[Problem requirements] Every line with the string "spots" must be copied from the entries below.
─── Supplied information
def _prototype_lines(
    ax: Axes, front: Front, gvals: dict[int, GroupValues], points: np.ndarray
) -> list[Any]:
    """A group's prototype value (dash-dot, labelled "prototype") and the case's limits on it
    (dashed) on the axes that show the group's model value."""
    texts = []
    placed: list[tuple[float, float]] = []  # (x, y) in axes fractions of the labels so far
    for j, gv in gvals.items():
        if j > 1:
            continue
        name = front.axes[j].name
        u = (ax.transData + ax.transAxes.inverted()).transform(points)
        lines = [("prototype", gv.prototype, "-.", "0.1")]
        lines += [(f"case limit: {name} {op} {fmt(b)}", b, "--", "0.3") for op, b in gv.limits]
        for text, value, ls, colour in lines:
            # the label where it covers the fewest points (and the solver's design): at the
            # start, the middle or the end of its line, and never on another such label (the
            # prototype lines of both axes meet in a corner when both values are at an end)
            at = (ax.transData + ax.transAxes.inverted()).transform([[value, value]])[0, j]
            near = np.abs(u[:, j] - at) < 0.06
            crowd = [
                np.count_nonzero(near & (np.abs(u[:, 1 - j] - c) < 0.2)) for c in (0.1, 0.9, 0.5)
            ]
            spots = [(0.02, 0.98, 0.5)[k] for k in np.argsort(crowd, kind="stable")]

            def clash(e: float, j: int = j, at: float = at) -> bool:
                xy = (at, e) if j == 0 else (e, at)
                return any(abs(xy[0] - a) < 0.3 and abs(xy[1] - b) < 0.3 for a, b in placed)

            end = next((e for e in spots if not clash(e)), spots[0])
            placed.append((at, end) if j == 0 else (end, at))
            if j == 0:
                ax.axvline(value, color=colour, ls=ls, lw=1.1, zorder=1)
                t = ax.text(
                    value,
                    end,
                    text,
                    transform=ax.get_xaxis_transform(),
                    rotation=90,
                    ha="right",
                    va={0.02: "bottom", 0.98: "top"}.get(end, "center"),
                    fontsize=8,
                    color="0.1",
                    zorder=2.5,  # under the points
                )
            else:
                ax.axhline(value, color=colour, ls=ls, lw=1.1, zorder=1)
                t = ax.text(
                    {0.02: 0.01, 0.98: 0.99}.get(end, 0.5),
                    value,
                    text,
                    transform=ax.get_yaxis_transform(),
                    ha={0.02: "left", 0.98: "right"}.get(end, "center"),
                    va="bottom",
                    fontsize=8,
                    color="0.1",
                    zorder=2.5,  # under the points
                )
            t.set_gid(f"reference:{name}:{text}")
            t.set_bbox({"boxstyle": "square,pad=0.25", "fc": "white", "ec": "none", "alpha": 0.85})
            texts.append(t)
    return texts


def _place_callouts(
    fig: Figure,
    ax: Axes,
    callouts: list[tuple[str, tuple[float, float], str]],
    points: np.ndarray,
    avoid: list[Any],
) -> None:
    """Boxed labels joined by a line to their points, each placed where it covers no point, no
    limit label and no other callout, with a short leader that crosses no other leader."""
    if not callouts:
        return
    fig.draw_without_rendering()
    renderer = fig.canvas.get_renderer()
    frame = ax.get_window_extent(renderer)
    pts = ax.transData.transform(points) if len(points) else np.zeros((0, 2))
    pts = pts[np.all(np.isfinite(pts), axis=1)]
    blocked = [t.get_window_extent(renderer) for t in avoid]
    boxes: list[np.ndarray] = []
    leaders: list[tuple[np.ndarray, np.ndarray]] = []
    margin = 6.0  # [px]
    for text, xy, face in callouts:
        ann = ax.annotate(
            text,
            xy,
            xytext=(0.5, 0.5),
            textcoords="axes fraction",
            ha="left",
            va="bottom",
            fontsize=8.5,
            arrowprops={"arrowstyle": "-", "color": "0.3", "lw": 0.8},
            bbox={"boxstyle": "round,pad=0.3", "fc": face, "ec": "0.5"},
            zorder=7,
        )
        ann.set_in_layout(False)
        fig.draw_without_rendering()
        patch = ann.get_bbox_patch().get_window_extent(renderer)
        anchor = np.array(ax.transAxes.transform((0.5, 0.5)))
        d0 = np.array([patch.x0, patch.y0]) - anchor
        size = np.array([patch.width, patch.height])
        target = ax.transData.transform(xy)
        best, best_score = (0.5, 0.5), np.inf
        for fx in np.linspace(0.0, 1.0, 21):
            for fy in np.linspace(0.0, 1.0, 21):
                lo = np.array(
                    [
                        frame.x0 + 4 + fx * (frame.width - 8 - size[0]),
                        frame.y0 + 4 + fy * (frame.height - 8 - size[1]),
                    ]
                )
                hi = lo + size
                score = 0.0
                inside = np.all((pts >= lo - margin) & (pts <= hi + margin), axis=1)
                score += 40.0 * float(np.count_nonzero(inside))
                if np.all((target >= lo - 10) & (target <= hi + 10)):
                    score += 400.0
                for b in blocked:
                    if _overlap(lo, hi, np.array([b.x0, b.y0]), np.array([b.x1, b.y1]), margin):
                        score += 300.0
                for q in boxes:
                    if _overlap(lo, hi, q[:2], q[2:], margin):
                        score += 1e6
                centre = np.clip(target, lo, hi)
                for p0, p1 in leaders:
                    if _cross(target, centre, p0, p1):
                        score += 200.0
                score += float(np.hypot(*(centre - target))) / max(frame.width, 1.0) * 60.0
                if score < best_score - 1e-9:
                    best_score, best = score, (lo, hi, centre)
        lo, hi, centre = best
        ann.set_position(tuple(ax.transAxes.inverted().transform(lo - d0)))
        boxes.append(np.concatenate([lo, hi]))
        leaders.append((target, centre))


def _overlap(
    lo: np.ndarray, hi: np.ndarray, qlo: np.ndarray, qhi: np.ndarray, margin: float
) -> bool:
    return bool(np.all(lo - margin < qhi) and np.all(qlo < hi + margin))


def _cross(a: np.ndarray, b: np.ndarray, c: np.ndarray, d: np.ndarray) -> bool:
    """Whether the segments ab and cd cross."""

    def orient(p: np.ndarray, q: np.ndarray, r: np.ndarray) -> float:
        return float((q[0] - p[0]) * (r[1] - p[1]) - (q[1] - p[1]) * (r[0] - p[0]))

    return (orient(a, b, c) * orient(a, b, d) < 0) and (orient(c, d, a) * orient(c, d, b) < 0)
──────
─── Supplied information
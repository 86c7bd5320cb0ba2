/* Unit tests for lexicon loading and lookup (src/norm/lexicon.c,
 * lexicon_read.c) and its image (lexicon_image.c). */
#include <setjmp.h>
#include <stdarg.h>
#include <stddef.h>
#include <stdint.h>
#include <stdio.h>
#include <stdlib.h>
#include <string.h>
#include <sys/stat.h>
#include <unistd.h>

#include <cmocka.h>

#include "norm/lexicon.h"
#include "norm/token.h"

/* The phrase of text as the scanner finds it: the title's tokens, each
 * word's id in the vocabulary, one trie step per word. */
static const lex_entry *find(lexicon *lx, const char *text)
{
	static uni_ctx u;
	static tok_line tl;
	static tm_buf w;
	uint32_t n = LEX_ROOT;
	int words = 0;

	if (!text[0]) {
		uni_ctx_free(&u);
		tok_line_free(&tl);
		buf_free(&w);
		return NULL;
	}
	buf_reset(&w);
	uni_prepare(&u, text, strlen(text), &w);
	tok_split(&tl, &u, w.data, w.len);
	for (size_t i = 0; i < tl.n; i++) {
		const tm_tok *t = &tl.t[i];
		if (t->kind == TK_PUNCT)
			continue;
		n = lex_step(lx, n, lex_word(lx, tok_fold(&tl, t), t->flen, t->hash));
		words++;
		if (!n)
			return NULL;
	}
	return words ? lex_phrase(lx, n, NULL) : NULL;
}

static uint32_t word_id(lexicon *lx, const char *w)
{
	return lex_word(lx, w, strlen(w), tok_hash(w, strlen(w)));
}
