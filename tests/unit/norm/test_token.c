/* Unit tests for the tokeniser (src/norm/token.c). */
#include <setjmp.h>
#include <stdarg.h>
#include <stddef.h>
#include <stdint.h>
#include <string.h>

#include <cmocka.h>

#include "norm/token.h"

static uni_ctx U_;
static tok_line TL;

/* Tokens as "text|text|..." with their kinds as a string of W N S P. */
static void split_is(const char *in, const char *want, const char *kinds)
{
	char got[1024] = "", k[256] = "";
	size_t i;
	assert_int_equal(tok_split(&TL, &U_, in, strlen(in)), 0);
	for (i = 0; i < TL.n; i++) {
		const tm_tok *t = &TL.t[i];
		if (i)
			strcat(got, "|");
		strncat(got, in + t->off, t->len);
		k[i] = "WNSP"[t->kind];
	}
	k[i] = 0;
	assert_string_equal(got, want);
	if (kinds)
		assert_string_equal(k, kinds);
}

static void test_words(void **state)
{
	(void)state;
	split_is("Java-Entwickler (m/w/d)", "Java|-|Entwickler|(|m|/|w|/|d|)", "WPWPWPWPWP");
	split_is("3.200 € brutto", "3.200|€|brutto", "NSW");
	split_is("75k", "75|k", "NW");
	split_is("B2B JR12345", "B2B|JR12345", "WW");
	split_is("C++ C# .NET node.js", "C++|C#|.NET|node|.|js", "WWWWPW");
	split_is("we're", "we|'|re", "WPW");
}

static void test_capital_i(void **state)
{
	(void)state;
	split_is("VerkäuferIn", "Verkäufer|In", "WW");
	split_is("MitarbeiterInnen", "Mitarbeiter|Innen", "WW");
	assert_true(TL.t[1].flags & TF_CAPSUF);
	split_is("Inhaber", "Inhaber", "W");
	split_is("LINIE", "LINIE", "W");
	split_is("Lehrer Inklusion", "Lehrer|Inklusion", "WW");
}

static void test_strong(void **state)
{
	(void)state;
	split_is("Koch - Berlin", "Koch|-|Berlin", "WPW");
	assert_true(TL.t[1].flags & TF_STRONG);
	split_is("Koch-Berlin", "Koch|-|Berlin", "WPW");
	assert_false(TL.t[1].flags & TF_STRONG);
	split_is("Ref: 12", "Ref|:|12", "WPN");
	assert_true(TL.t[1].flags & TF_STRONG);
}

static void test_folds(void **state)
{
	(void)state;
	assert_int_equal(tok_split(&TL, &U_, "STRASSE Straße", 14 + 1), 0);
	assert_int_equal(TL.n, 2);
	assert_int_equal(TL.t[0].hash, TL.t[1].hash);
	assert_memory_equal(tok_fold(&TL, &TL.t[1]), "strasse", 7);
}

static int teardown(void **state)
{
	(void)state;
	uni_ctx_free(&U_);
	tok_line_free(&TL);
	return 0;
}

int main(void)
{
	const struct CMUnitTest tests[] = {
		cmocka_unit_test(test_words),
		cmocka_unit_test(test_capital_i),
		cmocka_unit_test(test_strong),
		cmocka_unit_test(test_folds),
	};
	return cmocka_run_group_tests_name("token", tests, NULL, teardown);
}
──────
[Solved exercise]
            spots = [(0.02, 0.98, 0.5)[k] for k in np.argsort(crowd, kind="stable")]
            end = next((e for e in spots if not clash(e)), spots[0])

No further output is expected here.